On Sundays, when the store was closed, my grandfather took down deer in the meat market for our neighbors / local hunters. We made sausage and flayed backstrap and all kinds of good cuts, and never a word was said about any of it. Bones went into bags for the dogs and heads were saved for mounts (if they had racks) or again given to dogs (if not.) The game was not sold in the market - as it was certainly a family's salvation for a month or more. Papa never took money for this, but we did get a good venison roast about two Sundays a month during hunting season.

I am forty-four years old. Has the world changed so much?

I just do not understand.

If we are dependent on the government to certify and approve every bean we eat, when we are starving what good are we to them? Does our inability to fend for ourselves make them stronger? I don't understand? We can't work for slave wages if we starve on an acre of land we're prohibited from collecting runoff on, raising poultry on, growing vegetables on.

Someone please help me put this together.
Big government - Big corporations.............once they get their claws into you, they never want to let go.

Governments want everything you eat, drink, etc.................to require "inspection".

Corporations want you to have to buy everything from them.

If you listern to them, the average person does not have the wearwithall to think for himself. There was a movie some years ago..."something".... GREEN.
 
#17 ·
Soylent Green - WARNING Spoiler revelation of ending

Big government - Big corporations.............once they get their claws into you, they never want to let go.

Governments want everything you eat, drink, etc.................to require "inspection".

Corporations want you to have to buy everything from them.

If you listern to them, the average person does not have the wearwithall to think for himself. There was a movie some years ago..."something".... GREEN.
Soylent Green was the movie.

The world population had grown so much that there was a severe food shortage. All food was government produced and government supplied.
A main character was Edward G. Robinson, and older man.

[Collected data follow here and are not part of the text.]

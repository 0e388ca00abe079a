"""The windows, plan and next tables fitted to the terminal width (render/windowview.py,
render/planview.py): no cell cut with '…', no line longer than the width, no trailing
spaces, the timeline strip as fine as the room allows and its legend saying so."""

from __future__ import annotations

import json
import re
import zoneinfo

import numpy as np
import pytest

from skyplan import notices
from skyplan.cli import app
from skyplan.engine.ephemeris import configure_astropy_offline
from skyplan.engine.timeline import BLOCKED, DOWN, LIGHT, PLANNED, USABLE
from skyplan.render import windowview

configure_astropy_offline()

NIGHT = ("-d", "2026-06-20")
COMMANDS = {
    "windows": ("windows", "--demo", *NIGHT),
    "plan": ("plan", "--demo", "--method", "dispatch", *NIGHT),
    "next": ("next", "--demo", *NIGHT, "--at", "2026-06-20T23:00+02:00"),
}


def run(capsys: pytest.CaptureFixture[str], *argv: str) -> tuple[int, str, str]:
    notices.take()
    with pytest.raises(SystemExit) as exc:
        app.main(list(argv))
    out, err = capsys.readouterr()
    return int(exc.value.code or 0), out, err


def fitted(out: str, width: int) -> None:
    lines = out.splitlines()
    assert "…" not in out
    assert max(len(line) for line in lines) <= width, max(lines, key=len)
    assert all(line == line.rstrip() for line in lines)


@pytest.mark.parametrize("name", COMMANDS)
@pytest.mark.parametrize("width", [80, 100, 120])
def test_fits_the_width(name, width, capsys, monkeypatch) -> None:
    monkeypatch.setenv("COLUMNS", str(width))
    code, out, _ = run(capsys, *COMMANDS[name])
    assert code == 0
    fitted(out, width)


@pytest.mark.parametrize("name", COMMANDS)
def test_piped_without_columns_is_100(name, capsys, monkeypatch) -> None:
    monkeypatch.delenv("COLUMNS", raising=False)
    code, out, _ = run(capsys, *COMMANDS[name])
    assert code == 0
    fitted(out, 100)


def test_rows_stay_on_one_line_and_wide_shows_everything(capsys, monkeypatch) -> None:
    monkeypatch.setenv("COLUMNS", "120")
    _, out, _ = run(capsys, *COMMANDS["windows"])
    rows = [line for line in out.splitlines() if re.match(r"^[A-Z][a-z]+ [A-Z][a-z]+ +\S", line)]
    assert len(rows) == 40  # the demo catalogue's 40 targets, one line each
    _, wide, _ = run(capsys, *COMMANDS["windows"], "--wide")
    header = wide.splitlines()[2].split()
    for column in ("target", "rise", "set", "windows", "best", "lost", "timeline"):
        assert column in header
    assert "left out" not in wide and "one character ≈ 11 min" in wide


def test_plan_keeps_name_times_altitude_airmass(capsys, monkeypatch) -> None:
    monkeypatch.setenv("COLUMNS", "80")
    _, out, _ = run(capsys, *COMMANDS["plan"])
    header = out.splitlines()[2].split()
    assert header[:4] == ["#", "start", "UTC", "target"] or header[:3] == ["#", "start",
                                                                          "target"]
    assert "alt" in header and "airmass" in header
    first = next(line for line in out.splitlines() if line.startswith(" 1 "))
    assert re.search(r" 1  \d\d:\d\d .* \d+° .* \d\.\d\d", first)
    _, wide, _ = run(capsys, *COMMANDS["plan"], "--wide")
    assert "@" in wide and "left out" not in wide


def test_strip_legend_follows_the_resolution() -> None:
    codes = np.array([[LIGHT, DOWN, BLOCKED, USABLE, DOWN, PLANNED, DOWN]], dtype=np.uint8)
    # two bins a character: each character shows the best state of its two bins
    assert windowview.coarser(codes, 2).tolist() == [[DOWN, USABLE, PLANNED, DOWN]]
    assert windowview.coarser(codes, 1).tolist() == codes.tolist()


# ------------------------------------------------------------------ the windows document


def windows_schema() -> dict:
    from importlib import resources

    return json.loads((resources.files("skyplan") / "data" / "windows.schema.json").read_text())


def test_windows_json_is_one_versioned_document(capsys) -> None:
    """Checked with the jsonschema library (JSON Schema 2020-12) against the shipped schema;
    the site, night and limits are the plan document's records."""
    import jsonschema

    schema = windows_schema()
    jsonschema.Draft202012Validator.check_schema(schema)
    code, out, _ = run(capsys, "windows", "--demo", *NIGHT, "-f", "json")
    assert code == 0
    doc = json.loads(out)
    jsonschema.validate(doc, schema)
    assert list(doc) == ["schema", "site", "night", "limits", "targets"]
    assert doc["schema"] == "skyplan.windows/1" and len(doc["targets"]) == 40
    code, out, _ = run(capsys, "plan", "--demo", "--method", "dispatch", *NIGHT, "-f", "json")
    plan = json.loads(out)
    for key in ("site", "night", "limits"):
        assert doc[key] == plan[key]
    code, out, _ = run(capsys, "windows", "--demo", *NIGHT, "-f", "ndjson")
    assert [json.loads(line) for line in out.splitlines()] == doc["targets"]


def test_large_windows_document_is_streamed_whole(capsys, monkeypatch) -> None:
    """Above the indented size the document is written block by block: the same document."""
    import jsonschema

    from skyplan.cli import windows as sky

    code, out, _ = run(capsys, "windows", "--demo", *NIGHT, "-f", "json")
    small = json.loads(out)
    monkeypatch.setattr(sky, "SMALL_JSON", 0)
    code, out, _ = run(capsys, "windows", "--demo", *NIGHT, "-f", "json")
    assert code == 0 and "\n" not in out.rstrip("\n")
    big = json.loads(out)
    jsonschema.validate(big, windows_schema())
    assert big == small


def test_plan_names_the_apparent_place_and_reads_old_files(capsys, tmp_path) -> None:
    from skyplan.inputs import planfile

    code, out, _ = run(capsys, "plan", "--demo", "--method", "dispatch", *NIGHT, "-f", "json")
    doc = json.loads(out)
    first = doc["observations"][0]
    assert doc["schema"] == "skyplan.plan/2.2"
    assert "ra_apparent_deg" in first and "ra_deg" not in first and "dec_deg" not in first
    new = tmp_path / "new.json"
    new.write_text(out)
    old_doc = json.loads(out)
    old_doc["schema"] = "skyplan.plan/1.1"
    for o in old_doc["observations"]:
        o["ra_deg"], o["dec_deg"] = o.pop("ra_apparent_deg"), o.pop("dec_apparent_deg")
    old = tmp_path / "old.json"
    old.write_text(json.dumps(old_doc))
    zone = zoneinfo.ZoneInfo(doc["site"]["zone"])
    got = [planfile.observations(planfile.read_plan_file(p), zone)[0] for p in (new, old)]
    assert [(t.ra_date_deg, t.dec_date_deg) for t in got[0]] == \
        [(t.ra_date_deg, t.dec_date_deg) for t in got[1]]
    assert got[0][0].ra_date_deg == first["ra_apparent_deg"]


# ------------------------------------------------------------------ chart altitude --plan


def test_chart_numbers_each_visit_in_plan_order(capsys, tmp_path) -> None:
    from skyplan.api import charts as chart_api
    from skyplan.render import altitude_chart

    plan = tmp_path / "plan.json"
    code, _, _ = run(capsys, "plan", "--demo", "--method", "dispatch", *NIGHT, "-f", "json",
                     "--out", str(plan))
    assert code == 0
    observations = json.loads(plan.read_text())["observations"]
    read = chart_api.read_plan(plan)
    assert [v.seq for v in read.visits] == [o["seq"] for o in observations]
    scene = chart_api.altitude_scene(read.site, read.night, read.targets, top=None,
                                     visits=read.visits)
    fig = altitude_chart.altitude_figure(scene)
    numbers = [t for t in fig.axes[0].texts if t.get_gid() == "visit-seq"]
    assert sorted(int(t.get_text()) for t in numbers) == list(range(1, len(observations) + 1))
    for t in numbers:  # each number sits on its own target's curve, at the visit's middle
        o = observations[int(t.get_text()) - 1]
        k = scene.names.index(o["name"])
        x, y = t.xy
        assert y == pytest.approx(float(np.interp(x, scene.time_unix, scene.alt_deg[k])))


def test_convert_csv_holds_plain_values(capsys) -> None:
    import csv
    import io

    code, out, _ = run(capsys, "convert", "--demo", "--at", "2026-12-18T21:00Z", "-f", "csv")
    assert code == 0 and "{" not in out
    rows = list(csv.DictReader(io.StringIO(out)))
    assert rows and "site" not in rows[0]
    code, js, _ = run(capsys, "convert", "--demo", "--at", "2026-12-18T21:00Z", "-f", "json")
    site = json.loads(js)[0]["site"]
    for key in ("name", "lat_deg", "lon_deg", "elevation_m", "zone"):
        assert rows[0][f"site_{key}"] == str(site[key])
    for key in ("az_deg", "alt_deg", "refraction_deg"):  # at most 9 decimal places
        assert len(rows[0][key].split(".")[-1]) <= 9
    assert len(rows[0]["hour_angle_h"].split(".")[-1]) <= 10


@pytest.mark.parametrize("width", [80, 100, 120])
def test_resolved_names_keep_one_line_and_their_identifiers_go_below(width, capsys, tmp_path,
                                                                     monkeypatch) -> None:
    """'Vega' resolved offline to 'Vega = HIP 91262' (Hipparcos-2): the name stays in its
    cell on one line, the identifier is a note under the table."""
    monkeypatch.setenv("COLUMNS", str(width))
    catalogue = tmp_path / "names.csv"
    catalogue.write_text("name,ra,dec\nVega,,\nDeneb,,\nAltair,,\nArcturus,,\n")
    for argv in (("plan", "--method", "dispatch"), ("windows",)):
        code, out, _ = run(capsys, *argv, str(catalogue), "--site", "38,-3", *NIGHT)
        assert code == 0
        fitted(out, width)
        assert "Vega = HIP 91262" in out and "(Vega" not in out
        rows = [line for line in out.splitlines() if re.search(r"\bVega\b", line)]
        assert len(rows) == 2  # its row and its note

Part of the government strategy for population survival was to encourage euthanization. Robinson chose to be euthanized. His remains were processed and his friend followed the process only to find that WE are Soylent Green.:confused::mad::eek:
 
#18 ·
I think he was being facitious... ;)

also, an Ohio precedent was established in the 70s in Wadsworth,Ohio that a food co-op is NOT a 'retail food establishment' as the executed warrant states... this seems like a 'slam-dunk' to me. :mad:

didn't there used to be 'company stores' that were set up to essentially 'own' the employees (legalized slavery) that used them? Is that what this country is going back to? :mad:
 
#19 ·
The big question remains: why was such a show of force deemed necessary?
It's pretty simple, the raid was intended to instill fear not only in the Stowerses and other co-op owners... but in their suppliers. They were apparently trying to threaten and intimidate people who are farmers or butchers who are selling the grass-fed beef or the free-range chickens or whatever to the Stowers and trying to set up controlled purchases as though the conduct itself was illegal. It has to be about more than a retail license. Because of the ODA's involvement, you can reasonably assume it was about sending a message… and that message has to do with concern about the growth of private groups, like herdshares and co-ops, to ensure access to organic, nutritionally-dense foods. Let's see if the courts will stand up to the police-state gestapo tactics that the ODA has grown so fond of. Whatever the reason, the Stowers' constitutional rights were violated over grass-fed cattle, pastured chickens and pesticide-free produce. Americans do not need a government permission slip to run a family farm and co-op, and should not be subjected to raids when they do not have one.
 
#20 ·
Well, you just can't be selling yucky meat to people who are obviously dumbg enough to purchase it! Someone has to stop the it. I guess it could have been handled in a different matter though. The grocery store is probably just mad that the family was taking their money and raising hell. You know how people are. Did this happen in a small town?